I know we're all cold, but I can't help feeling that I should get to complain about it because, you know all those reports you've been hearing about central New York lately? That's me. Or almost. I'm very close to all those idiots stuck in eight feet of snow. We don't have eight feet, but we do have more than I ever wanted to see in my entire life. I had to cancel my third tattoo removal appointment in Crapchester on Friday because I didn't think I could make it on the thruway. When does spring arrive in these parts?
I'm headed out tomorrow for the annual Valentine's Day vacation. I always get a little nervous before a trip, I don't know why. I'm spending the week in NYC and I admit to being intimidated by the City itself, so maybe that is part of it. Until last summer when I went to Hawaii, I guess I had never traveled in the US before. (And can you really call working on your tan for three weeks "traveling"?) Maybe these are just leftover jitters from overseas trips, when everything was going to be new and different. I'm a little stressed about what to pack - I abhor bringing too much luggage and generally travel very, verrrrry light, like one small bag no matter how long I'll be gone. I'm just not sure how to do that and still stay warm and not look like a complete ragamuffin. Here's a secret: it takes a lot of maintenance to appear low-maintenance.
Being single, and more than that, being generally sarcastic and kind of bitchy, I know I'm supposed to hate Valentine's Day, but I just don't. How can you hate a symbol for something so sweet and cuddly and yummy? It's like a 24-hour huge bear hug. Delish. Every year I see all kinds of couples on Valentine's Day and they all make me happy. The miserable couples who can't stand the sight of each other make me happy that I'm single. The blissed-out couples who are so obviously in love make me happy and give me something good to wish for. Plus, I always get flowers and chocolates, and they're always the exact kind that I like. Hmmm. :)

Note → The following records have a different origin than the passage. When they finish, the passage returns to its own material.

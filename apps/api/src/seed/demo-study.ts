import type { SessionUser } from '@evenhand/entities';
import { SiteEntity, StudyEntity } from '@evenhand/entities/orm';
import { loadSessionUser } from '../auth/service.js';
import { createClassroom, createCohort } from '../classrooms/service.js';
import type { Deps } from '../deps.js';
import { drawAssignment } from '../draw/service.js';
import { createMeasure, createWave } from '../measures/service.js';
import { amendPlan, saveDraft, sealPlan } from '../plan/service.js';
import { enrolSite } from '../sites/service.js';
import { createStudy } from '../studies/service.js';
import { demoAccounts, demoSites } from './demo.js';
import { seedDemoRuns } from './demo-runs.js';
import { seedDemoScores } from './demo-scores.js';
import { demoTimeline, isoDaysFrom, type SeededTimeline, type TimelineMark } from './demo-timeline.js';

export const DEMO_STUDY_TITLE = 'Lantern Reading Routine in grades 3 and 4';
export const DRAFT_STUDY_TITLE = 'Number Journal Prompts in grade 5';
export const DEMO_DRAW_SEED = 'larkspur-valley-2025';

async function actor(deps: Deps, email: string): Promise<SessionUser> {
  const [row] = await deps.db.query(`SELECT id FROM users WHERE email = $1`, [email]);
  const user = row ? await loadSessionUser(deps.db, row.id) : null;
  if (!user) throw new Error(`demo account ${email} is missing; seed the accounts first`);
  return user;
}

/**
 * The demo study, built through the same services people use, so it obeys every rule:
 * six schools, two cohorts, 24 classrooms, a sealed plan with one amendment and a committed draw.
 * The services stamp everything with the real clock; each step takes a mark of when it ran and when it happens in
 * the demo's story (`demoTimeline(today)`), so `placeOnTimeline` can move the stamps there as the schema's owner.
 * Answers null when the demo study already existed.
 */
export async function seedDemoStudies(deps: Deps, today = new Date()): Promise<SeededTimeline | null> {
  const timeline = demoTimeline(today);
  const existing = await deps.db.manager.findOneBy(StudyEntity, { title: DEMO_STUDY_TITLE });
  const lead = await actor(deps, 'lead@evenhand.test');
  if (existing) {
    await seedDemoScores(deps.db, existing.id, timeline);
    await seedDemoRuns(deps, lead, existing.id);
    await seedDemoScores(deps.db, existing.id, timeline, 'follow-up');
    return null;
  }
  const coordinator = await actor(deps, 'coordinator@evenhand.test');
  const marks: TimelineMark[] = [];
  const realNow = async (): Promise<Date> => (await deps.db.query(`SELECT clock_timestamp() AS now`))[0].now;
  const step = async (story: Date) => {
    marks.push({ real: await realNow(), story });
  };

  await step(timeline.studyCreated);

  const study = await createStudy(deps.db, lead, {
    title: DEMO_STUDY_TITLE,
    intervention: 'A daily 20-minute routine: the teacher reads a short text aloud, pupils retell it to a partner, then reread it in pairs.',
    comparisonCondition: 'The school’s usual literacy block of the same length (business as usual).',
    unitOfAssignment: 'classroom',
  });
  const fluency = await createMeasure(deps.db, lead, study.id, { name: 'Oral reading fluency (words correct per minute)', minScore: 0, maxScore: 250, higherIsBetter: true, kind: 'achievement' });
  await createMeasure(deps.db, lead, study.id, { name: 'Classroom engagement rating', minScore: 1, maxScore: 5, higherIsBetter: true, kind: 'behaviour' });
  // A yes/no measure, pre-specified with the others: the sealed plan's comparisons cover every measure at the outcome wave.
  await createMeasure(deps.db, lead, study.id, { name: 'Read at grade level by spring', scale: 'yes-no', higherIsBetter: true, kind: 'achievement' });
  await createWave(deps.db, lead, study.id, { kind: 'baseline', ...timeline.baseline });
  const spring = await createWave(deps.db, lead, study.id, { kind: 'outcome', ...timeline.outcome });
  // A follow-up the next autumn, after the result is locked: where the demo's collection story (a sheet returned,
  // one awaiting review, one classroom not entered) lives, since the locked runs read only the first two waves.
  await createWave(deps.db, lead, study.id, { kind: 'follow-up', ...timeline.followUp });
  const plan = {
    primaryMeasureId: fluency.id,
    primaryWaveId: spring.id,
    hypothesis: 'Pupils in classrooms using the Lantern Reading Routine read more words correctly per minute in spring than pupils in business-as-usual classrooms, adjusting for their autumn score.',
    alpha: 0.05,
    alternative: 'two-sided' as const,
    alternativeJustification: '',
    primaryTest: 'two-level' as const,
    primaryTestReason: '',
    covariate: 'baseline' as const,
    unitOfAnalysis: 'student' as const,
    iccSource: 'default' as const,
    icc: null,
    smallestEffectOfInterest: 0.25,
    plannedSites: 6,
    plannedClassrooms: 24,
    plannedStudentsPerClassroom: 25,
    shareIntervention: 0.5,
    summaryEntryAllowed: false,
    covariateR2: 0.5,
    // Reading help could change which pupils stay in the study: the cautious attrition boundary.
    attritionBoundary: 'cautious' as const,
    attritionBoundaryReason: '',
  };
  await step(timeline.planDrafted);
  await saveDraft(deps.db, lead, study.id, plan);
  await step(timeline.planSealed);
  await sealPlan(deps.db, lead, study.id);
  await step(timeline.planAmended);
  await amendPlan(deps.db, lead, study.id, {
    reason: 'Last year’s district screening data showed an intraclass correlation of about .15 for fluency; the plan now assumes that value instead of the standard default.',
    plan: { ...plan, iccSource: 'assumed', icc: 0.15 },
  });

  await step(timeline.enrolled);
  const grade3 = await createCohort(deps.db, coordinator, study.id, `Grade 3, ${timeline.schoolYear}`);
  const grade4 = await createCohort(deps.db, coordinator, study.id, `Grade 4, ${timeline.schoolYear}`);
  const teachersBySite = new Map<string, { email: string; name: string }[]>();
  for (const a of demoAccounts) {
    const g = a.grants.find((x) => x.role === 'teacher');
    if (g?.site) teachersBySite.set(g.site, [...(teachersBySite.get(g.site) ?? []), { email: a.email, name: a.name }]);
  }
  for (const [i, code] of demoSites.map((s) => s.code).entries()) {
    const site = await deps.db.manager.findOneByOrFail(SiteEntity, { code });
    const principal = demoAccounts.find((a) => a.grants.some((g) => g.role === 'principal' && g.site === code))!;
    await enrolSite(deps, coordinator, study.id, { siteId: site.id, principal: { email: principal.email, name: principal.name } });
    // Teachers 1–4 teach two classrooms each at the first two schools; elsewhere one each.
    const staff = teachersBySite.get(code)!;
    const teachers = staff.length >= 4 ? staff.slice(0, 4) : [staff[0], staff[0], staff[1], staff[1]];
    const rooms = [
      { cohort: grade3, name: 'Room 3A', grade: '3' },
      { cohort: grade3, name: 'Room 3B', grade: '3' },
      { cohort: grade4, name: 'Room 4A', grade: '4' },
      { cohort: grade4, name: 'Room 4B', grade: '4' },
    ];
    for (const [j, room] of rooms.entries()) {
      await createClassroom(deps, coordinator, study.id, {
        siteId: site.id,
        cohortId: room.cohort.id,
        name: room.name,
        grade: room.grade,
        expectedSize: 22 + ((i * 4 + j) * 7) % 8,
        teacher: teachers[j],
      });
    }
  }
  await step(timeline.drawn);
  await drawAssignment(deps.db, coordinator, study.id, { seed: DEMO_DRAW_SEED, commit: true });
  // The sheets carry their own submission and review times from the timeline.
  await step(new Date(`${timeline.baseline.opensOn}T08:00:00Z`));
  await seedDemoScores(deps.db, study.id, timeline);
  await seedDemoRuns(deps, lead, study.id, step, timeline);
  await step(new Date(`${timeline.followUp.opensOn}T08:00:00Z`));
  await seedDemoScores(deps.db, study.id, timeline, 'follow-up');
  const end = await realNow();

  // A second study, still drafting, to show the planning calculator.
  const draft = await createStudy(deps.db, lead, {
    title: DRAFT_STUDY_TITLE,
    intervention: 'Three short written reflection prompts a week in mathematics lessons.',
    comparisonCondition: 'Usual mathematics lessons without the prompts.',
    unitOfAssignment: 'classroom',
  });
  await createMeasure(deps.db, lead, draft.id, { name: 'Spring mathematics assessment (scale score)', minScore: 100, maxScore: 400, higherIsBetter: true, kind: 'achievement' });
  // Still being planned, so its windows lie ahead of whatever day the demo is seeded on.
  await createWave(deps.db, lead, draft.id, { kind: 'baseline', name: 'Baseline', opensOn: isoDaysFrom(today, 42), closesOn: isoDaysFrom(today, 67) });
  await createWave(deps.db, lead, draft.id, { kind: 'outcome', name: 'Outcome', opensOn: isoDaysFrom(today, 266), closesOn: isoDaysFrom(today, 291) });
  return { timeline, marks, end };
}
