import { afterEach, describe, expect, it } from 'vitest';
import { startTestApp, type TestApp } from '../../test/app.js';
import { urlForDatabase } from '../../test/database.js';
import { createDataSource } from '../db/data-source.js';
import { createLogger } from '../logger.js';
import { createMailer } from '../mail/mailer.js';
import { DEMO_STUDY_TITLE, DRAFT_STUDY_TITLE, seedDemoStudies } from './demo-study.js';
import { demoTimeline, placeOnTimeline } from './demo-timeline.js';

let t: TestApp | undefined;
afterEach(async () => {
  await t?.close();
  t = undefined;
});

/** Seeds the demo studies as `npm run seed` does on `today`: through the services, then onto the story as the owner. */
async function seedOn(today: Date) {
  t = await startTestApp({ workers: true });
  const mailer = createMailer(t.config);
  const seeded = await seedDemoStudies({ config: t.config, db: t.db, mailer, logger: createLogger(t.config), jobs: t.jobs }, today);
  mailer.close();
  expect(seeded).not.toBeNull();
  const owner = createDataSource(urlForDatabase(new URL(t.databaseUrl).pathname.slice(1)));
  await owner.initialize();
  await owner.transaction((m) => placeOnTimeline(m, seeded!));
  await owner.destroy();
  return t.db;
}

const ms = (d: Date | string) => new Date(d).getTime();
/** The first moment of a calendar date and the first moment after it (UTC). */
const startOf = (isoDay: string) => ms(`${isoDay}T00:00:00Z`);
const endOf = (isoDay: string) => startOf(isoDay) + 86_400_000;

async function expectOrderedDemo(today: Date) {
  const db = await seedOn(today);
  const [study] = await db.query(`SELECT id, created_at FROM studies WHERE title = $1`, [DEMO_STUDY_TITLE]);
  const waves: { id: string; kind: string; name: string; opens_on: string; closes_on: string }[] = await db.query(
    `SELECT id, kind, name, to_char(opens_on, 'YYYY-MM-DD') AS opens_on, to_char(closes_on, 'YYYY-MM-DD') AS closes_on FROM waves WHERE study_id = $1`,
    [study.id],
  );
  const wave = (kind: string) => waves.find((w) => w.kind === kind)!;
  const [baseline, outcome, followUp] = [wave('baseline'), wave('outcome'), wave('follow-up')];
  const versions: { version: number; created_at: Date }[] = await db.query(`SELECT version, created_at FROM plan_versions WHERE study_id = $1 ORDER BY version`, [study.id]);
  const [draw] = await db.query(`SELECT committed_at FROM draws WHERE study_id = $1`, [study.id]);
  const runs: { id: string; kind: string; state: string; queued_at: Date; started_at: Date; finished_at: Date; locked_at: Date | null; wave_id: string; measure_id: string; input_sheet_ids: string[] }[] =
    await db.query(
      `SELECT r.id, r.kind, r.state, r.queued_at, r.started_at, r.finished_at, r.locked_at, k.wave_id, k.measure_id, r.input_sheet_ids
         FROM runs r JOIN comparisons k ON k.id = r.comparison_id WHERE r.study_id = $1`,
      [study.id],
    );
  const locked = runs.filter((r) => r.state === 'locked');
  const sheets: { id: string; wave_id: string; measure_id: string; state: string; submitted_at: Date | null; reviewed_at: Date | null; locked: boolean }[] = await db.query(
    `SELECT id, wave_id, measure_id, state, submitted_at, reviewed_at, locked FROM score_sheets WHERE study_id = $1`,
    [study.id],
  );

  // Names and windows follow the school year the timeline chose for this day.
  const story = demoTimeline(today);
  expect([baseline.name, outcome.name, followUp.name]).toEqual([`Autumn ${story.year}`, `Spring ${story.year + 1}`, `Autumn ${story.year + 1}`]);

  // Sealed (and amended) before the draw, the draw before the baseline window, the windows in order.
  expect(versions.map((v) => v.version)).toEqual([1, 2]);
  expect(ms(study.created_at)).toBeLessThan(ms(versions[0].created_at));
  expect(ms(versions[0].created_at)).toBeLessThan(ms(versions[1].created_at));
  expect(ms(versions[1].created_at)).toBeLessThan(ms(draw.committed_at));
  expect(ms(draw.committed_at)).toBeLessThan(startOf(baseline.opens_on));
  expect(endOf(baseline.closes_on)).toBeLessThanOrEqual(startOf(outcome.opens_on));

  // Every sheet was submitted inside its wave's window and reviewed after that.
  const windowOf = new Map(waves.map((w) => [w.id, w]));
  for (const s of sheets.filter((x) => x.submitted_at)) {
    const w = windowOf.get(s.wave_id)!;
    expect(ms(s.submitted_at!)).toBeGreaterThanOrEqual(startOf(w.opens_on));
    expect(ms(s.submitted_at!)).toBeLessThan(endOf(w.closes_on));
    if (s.reviewed_at) expect(ms(s.reviewed_at)).toBeGreaterThan(ms(s.submitted_at!));
  }

  // Three locked results (one per pre-specified measure) after the outcome window, each after the acceptance of
  // every sheet of the waves and measure it reads: nothing there was open, returned or awaiting review at the lock.
  expect(locked).toHaveLength(3);
  for (const run of locked) {
    expect(ms(run.locked_at!)).toBeGreaterThan(endOf(outcome.closes_on));
    expect(ms(run.queued_at)).toBeLessThanOrEqual(ms(run.started_at));
    expect(ms(run.started_at)).toBeLessThanOrEqual(ms(run.finished_at));
    expect(ms(run.finished_at)).toBeLessThanOrEqual(ms(run.locked_at!));
    const read = sheets.filter((s) => s.measure_id === run.measure_id && [run.wave_id, baseline.id].includes(s.wave_id));
    expect(read).toHaveLength(48);
    expect(run.input_sheet_ids.length).toBeGreaterThanOrEqual(24);
    expect(run.input_sheet_ids.every((id) => read.some((s) => s.id === id && s.locked))).toBe(true);
    for (const s of read) {
      expect(s.state).toBe('accepted');
      expect(ms(s.reviewed_at!)).toBeLessThan(ms(run.started_at));
    }
  }
  const monitoring = runs.filter((r) => r.kind === 'monitoring');
  expect(monitoring).toHaveLength(1);
  expect(ms(monitoring[0].finished_at)).toBeLessThan(Math.min(...locked.map((r) => ms(r.locked_at!))));
  expect(ms(monitoring[0].started_at)).toBeGreaterThan(Math.max(...sheets.filter((s) => s.wave_id === outcome.id).map((s) => ms(s.reviewed_at!))));

  // The collection story lives in the follow-up wave, after the lock: returned, awaiting review, never entered.
  const unfinished = sheets.filter((s) => s.state !== 'accepted');
  expect(new Set(unfinished.map((s) => s.wave_id))).toEqual(new Set([followUp.id]));
  expect(unfinished.map((s) => s.state).sort()).toEqual(['open', 'open', 'open', 'returned', 'submitted']);
  const lastLock = Math.max(...locked.map((r) => ms(r.locked_at!)));
  expect(startOf(followUp.opens_on)).toBeGreaterThan(lastLock);

  // The audit trail tells the same order, and all of it lies before today.
  const audit: { action: string; at: Date }[] = await db.query(`SELECT action, at FROM audit_events WHERE study_id = $1 ORDER BY at`, [study.id]);
  const first = (action: string) => ms(audit.find((e) => e.action === action)!.at);
  const last = (action: string) => ms(audit.filter((e) => e.action === action).at(-1)!.at);
  expect(first('study.created')).toBeLessThan(first('plan.sealed'));
  expect(first('plan.sealed')).toBeLessThan(first('plan.amended'));
  expect(last('plan.amended')).toBeLessThan(first('site.enrolled'));
  expect(last('classroom.created')).toBeLessThan(first('draw.committed'));
  expect(last('draw.committed')).toBeLessThan(startOf(baseline.opens_on));
  expect(first('run.queued')).toBeGreaterThan(endOf(outcome.closes_on));
  expect(first('run.locked')).toBeGreaterThan(first('run.queued'));
  expect(audit.every((e) => ms(e.at) < ms(today))).toBe(true);
  const [latest] = await db.query(
    `SELECT greatest((SELECT max(at) FROM audit_events WHERE study_id = $1), (SELECT max(greatest(submitted_at, reviewed_at)) FROM score_sheets WHERE study_id = $1),
            (SELECT max(greatest(finished_at, locked_at)) FROM runs WHERE study_id = $1)) AS at`,
    [study.id],
  );
  expect(ms(latest.at)).toBeLessThan(ms(today));

  // The draft study is still being planned: its windows lie ahead.
  const draftWaves: { opens_on: string }[] = await db.query(
    `SELECT to_char(w.opens_on, 'YYYY-MM-DD') AS opens_on FROM waves w JOIN studies s ON s.id = w.study_id WHERE s.title = $1`,
    [DRAFT_STUDY_TITLE],
  );
  expect(draftWaves).toHaveLength(2);
  for (const w of draftWaves) expect(startOf(w.opens_on)).toBeGreaterThan(ms(today));
}

describe('the demo timeline', () => {
  it('picks the latest school year whose follow-up closed a week before today', () => {
    expect(demoTimeline(new Date('2026-12-02T12:00:00Z')).year).toBe(2025);
    expect(demoTimeline(new Date('2026-10-17T09:00:00Z')).year).toBe(2025);
    expect(demoTimeline(new Date('2026-10-16T09:00:00Z')).year).toBe(2024);
    expect(demoTimeline(new Date('2027-01-01T00:00:00Z')).schoolYear).toBe('2025–26');
  });

  it('when seeded on a fixed day (a week after the follow-up closed), then sealing, draw, windows, acceptance and lock come in that order', async () => {
    await expectOrderedDemo(new Date('2026-10-17T09:00:00Z'));
  }, 180_000);

  it('when seeded today, then the same order holds and everything lies in the past', async () => {
    await expectOrderedDemo(new Date());
  }, 180_000);
});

So this week I'm looking forward to being anonymous and just recharging my batteries in a way that only spending time alone can do for me. The agenda includes: multiple shows, including Les Miserables, which is probably the closest thing I have to a religion, art museums, thinking, journaling, soul-searching, pondering, walking, and meeting up with an old grad school buddy to contemplate life and drink beer. Or contemplate beer and drink in life. Whatever. I think it will be a good time.
In my absence, feel free to leave me lots of yummy Valentine's Day love notes. Be good, kids!